Gostemos ou não, argumentei então, não é incomum encontrar serviços de atenção primária (incluindo os baseados em igrejas) sobrecarregados por pedidos de ajuda ou por atrasos no processamento e na concessão dos mesmos. E, ao mesmo tempo, encontramos "voluntários" frequentemente desanimados e esgotados pelo desamparo que esses procedimentos e atrasos geram, bem como pessoas que mendigam nas portas das igrejas por rotina, desespero ou coagidas por máfias e familiares, por não terem outra opção ou, simplesmente, por não aceitarem qualquer tipo de compensação pela ajuda de que necessitam. Esta é uma das duras faces — embora não a única — que aqueles que têm contato direto e desconhecido com a pobreza têm de suportar.
Entendo que, nesta ou em situações semelhantes, as pessoas insistem que a maneira mais "eficaz" de ajudar é por meio da Caritas, mas jamais direi que não devemos dar esmola a quem pede. Tento evitar dar esmola, mas não consigo. Não tenho coragem de pregar que Deus se identifica com os pobres e negar-lhes ajuda — especialmente se for urgente — apesar de colaborar com a Caritas e outras organizações. Nesse caso, prefiro pecar pelo "fazer o bem".
Creio que este é o preço que tenho que pagar por não “desviar” a misericórdia, sabendo que por mais gestos de gratuidade que tenhamos com eles, eles não equivalem a tudo o que nós, cristãos, somos obrigados a fazer, simplesmente por o sermos: “Os pobres têm apenas uma razão para que lhes façais o bem”, assinala Domingo Soto, “que estão na pobreza e na necessidade; não lhes peçais nenhuma outra conta. Mesmo que sejam homens terríveis nos seus hábitos, se tiverem fome, deveis dar-lhes de comer. Assim nos admoestou o Nosso Redentor a sermos como o seu Pai, que sem distinção faz nascer o sol igualmente para os bons e para os maus”.
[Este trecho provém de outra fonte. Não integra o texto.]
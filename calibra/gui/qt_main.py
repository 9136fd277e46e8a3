"""The main window: findings on the left, the selected point's week in the middle, where it
sits and what is known about it on the right; loading and reviews run in a worker thread."""

from __future__ import annotations

from pathlib import Path

import pandas as pd
from PySide6.QtCore import Qt
from PySide6.QtGui import QAction, QCloseEvent, QKeySequence
from PySide6.QtWidgets import (
    QFileDialog,
    QInputDialog,
    QMainWindow,
    QMessageBox,
    QSplitter,
    QWidget,
)

import calibra
from calibra.app_settings import (
    RecentSites,
    SettingsError,
    SiteSettings,
    load_site_settings,
    save_site_settings,
    settings_path,
)
from calibra.gui.findings_view import FindingsView
from calibra.gui.qt_details import DetailTabs
from calibra.gui.qt_device_actions import DeviceActions
from calibra.gui.qt_diagram import DiagramPanel
from calibra.gui.qt_dialogs import ABOUT_HTML, ProblemsDialog, Prompts, SettingsDialog
from calibra.gui.qt_findings import FindingsPanel
from calibra.gui.qt_import import ImportDialog
from calibra.gui.qt_jobs import JobRunner
from calibra.gui.qt_plots import PlotPanel
from calibra.gui.qt_point_actions import PointActions
from calibra.gui.qt_status import StatusArea
from calibra.gui.qt_style import app_icon
from calibra.gui.qt_tools import WindowTools
from calibra.gui.run_compare import RunFigures
from calibra.gui.session_state import Change, SessionState
from calibra.io import load_site
from calibra.ledger import Ledger
from calibra.model.points import end_place, quantity_words
from calibra.model.site import Site, SiteLoadError
from calibra.review_run import ReviewRun, run_review


def window_title(site_name: str | None) -> str:
    """The window title: the site, then the application's name once. It ends with the name, so
    platforms that append the application's display name add nothing more."""
    return f"{site_name} — calibra" if site_name else "calibra"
Mas essa forte ênfase na identificação de Jesus com os pobres — característica do frade dominicano — coexiste com o reconhecimento do destino universal dos bens, embora esta não seja a chave mais definitiva para sua contribuição: "os ricos", lembra ele, "devem ser tidos e estimados por pessoas cruéis e infiéis, que, tendo recebido de Deus tantos bens para serem compartilhados com seus irmãos, se levantaram para apoderar-se deles, quebrando a fé que devem a Deus".